The Hon Kevin Rudd MP
Canberra Act 2600
Paris, 16 September 2009
Dear Prime Minister,
Judicial independence is one of the pillars of democracy and the rule of law. It is a requirement that should be applied without restriction in the Australian police investigation into the murder of five British, Australian and New Zealander journalists in October 1975 in Balibo, East Timor. The international community and journalists throughout the world are following the progress of this investigation and your government’s support for the work of the police and judicial authorities.
While we welcome the announcement by the Australian federal police on 9 September that it is opening a criminal investigation, we are worried about the statements made by certain Australian officials in response to the Indonesian government’s reactions.
The hostility expressed by Indonesia President Susilo Bambamg Yudhoyono and foreign minister Hassan Wirajuda as regards any cooperation with the Australian police’s new investigation is contrary to international justice and the obligation to combat impunity.
We urge you to find the political, diplomatic and judicial means to bring the perpetrators and instigators of this multiple murder to justice. It is of course important to maintain good relations with neighbouring countries, but the need for justice must prevail. And we are convinced that you will find support in Indonesia for the requirement that the truth be known and justice rendered.
Some of the authorities in Jakarta have constantly treated the Australian investigation into the Balibo murders with contempt. But the impunity enjoyed by certain Indonesian soldiers and paramilitaries is an insult to the victims and their families.
On 16 November 2007, New South Wales coroner Dorelle Pinch issued the conclusions of her inquest into the deaths of British cameraman Brian Peters, British reporter Malcolm Rennie, Australian reporter Greg Shackelton, Australian soundman Tony Stewart and New Zealander cameraman Gary Cunningham on 16 October 1975 in Balibo.
Two other foreign journalists, Australian Roger East and Dutchman Sander Thoenes, were killed later in East Timor.
The very detailed inquest clearly showed that Indonesian army officers committed war crimes. In particular, it established the involvement of special forces officers Yunus Yosfiah and Christoforus da Silva, and the head of the Indonesian special forces, Maj. Gen. Benny Murdani.

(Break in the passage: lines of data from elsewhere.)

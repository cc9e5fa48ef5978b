"""What an operator may ask of a run, and the sentence that says beforehand what will happen."""

from __future__ import annotations

from collections.abc import Mapping, Sequence
from dataclasses import dataclass
from typing import Any

from daq.storage.people import Person
from dashboard.times import clock
from dashboard.words import count

Feed = Mapping[str, Any]
NOT_SAFE = "This is a request over a data link, no safety function."
MUTE_MIN = "480"
GOING, HELD = ("moving", "counting"), ("holding",)


@dataclass(frozen=True, slots=True)
class Act:
    """One thing to ask: its button, the states of a run in which it is offered, and what will happen."""

    label: str
    states: tuple[str, ...]
    will: str


ACTS: Mapping[str, Act] = {
    "hold": Act(
        "Hold",
        GOING,
        "The run finishes the stand under way and then waits, with every stage where it is, until somebody "
        "resumes it. Everything counted is saved. The night gets longer by the time it waits.",
    ),
    "resume": Act(
        "Resume",
        HELD,
        "The run goes on with the next stand: mask and detector will move. "
        "Be sure that nobody is at the bench.",
    ),
    "end-after-lap": Act(
        "End after this lap",
        GOING,
        "The run ends at the edge of the present lap, the stages go to their place of rest, and the run is "
        "finished for good. {done}",
    ),
    "park": Act(
        "End and park",
        (*GOING, *HELD),
        "The run ends after the stand under way, the stages go to their place of rest, and the run is "
        "finished for good. {done}",
    ),
    "acknowledge": Act(
        "I have seen this",
        (),
        "The others see that you know of this warning, and nobody is sent word of it again. It stays on the "
        "page until its cause is gone.",
    ),
    "mute": Act(
        "Mute messages",
        (*GOING, *HELD),
        "Nobody is sent word of this run for the next 8 hours, whatever happens to it. The page goes on "
        "telling everything.",
    ),
}


def operate_view(
    feed: Feed, silent: bool, person: Person, requests: Sequence[Mapping[str, Any]]
) -> dict[str, Any]:
    """Return what a person may ask of a run now, and what was asked of it before, newest first."""
    may = person.may("operator")
    offered = [] if not may or silent or feed["ended"] else _offered(feed)
    return {
        "acts": offered,
        "says": _says(feed, silent, person),
        "asked": [request_line(request) for request in reversed(requests)],
    }


def acknowledging(feed: Feed, person: Person, warning: Mapping[str, Any]) -> dict[str, str] | None:
    """Return the button that takes note of a warning; None for a watcher, or when somebody has."""
    if not person.may("operator") or feed["ended"] or warning.get("acknowledged"):
        return None
    return _button("acknowledge", feed, str(warning.get("id", warning["kind"])))


def _offered(feed: Feed) -> list[dict[str, str]]:
    offered = [what for what, act in ACTS.items() if feed["state"] in act.states]
    if _at_bench(feed):
        offered.remove("resume")
    return [_button(what, feed, MUTE_MIN if what == "mute" else "") for what in offered]


def _at_bench(feed: Feed) -> bool:
    return feed["state"] in HELD and bool((feed.get("holding") or {}).get("at_bench"))


def _button(what: str, feed: Feed, about: str = "") -> dict[str, str]:
    kappa = feed["kappa"]
    done = f"{count(kappa['pairs'])} of {count(kappa['planned_pairs'])} pairs are counted by now."
    will = ACTS[what].will.format(done=done)
    safe = "" if what in ("acknowledge", "mute") else f" {NOT_SAFE}"
    return {
        "what": what,
        "label": ACTS[what].label,
        "will": will + safe,
        "about": about,
        "run": str(feed["run"]),
    }


def _says(feed: Feed, silent: bool, person: Person) -> str:
    if feed["ended"]:
        return "The run has ended; nothing can be asked of it any more."
    if silent:
        return "The run does not answer, so nothing can be asked of it from here."
    if not person.may("operator"):
        return "You may look. Operators, whom `tercet people` lets in, may also ask something of the run."
    if _at_bench(feed):
        return "This hold is cleared at the bench only, with `tercet resume LAB --at-bench`."
    return f"You are {person.name}, operator."


def request_line(request: Mapping[str, Any]) -> str:
    """Return who asked what and when, and what became of it."""
    act = ACTS.get(request["what"])
    label = act.label if act else str(request["what"]).capitalize()
    asked = f"{label}: asked by {request['who']} at {clock(request['utc'])}"
    return f"{asked}, {request['outcome']}." if request["outcome"] else f"{asked}, not heard yet."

More than two years ago, on 6 June 2007, Reporters Without Borders asked the Australian government to do everything possible to ensure that those responsible for these murders were brought to justice.
We urge you, Prime Minister, not to yield to Indonesian diplomatic blackmail, which for too long has resulted in your country remaining silent on this matter.
We trust you will live up to our expectations.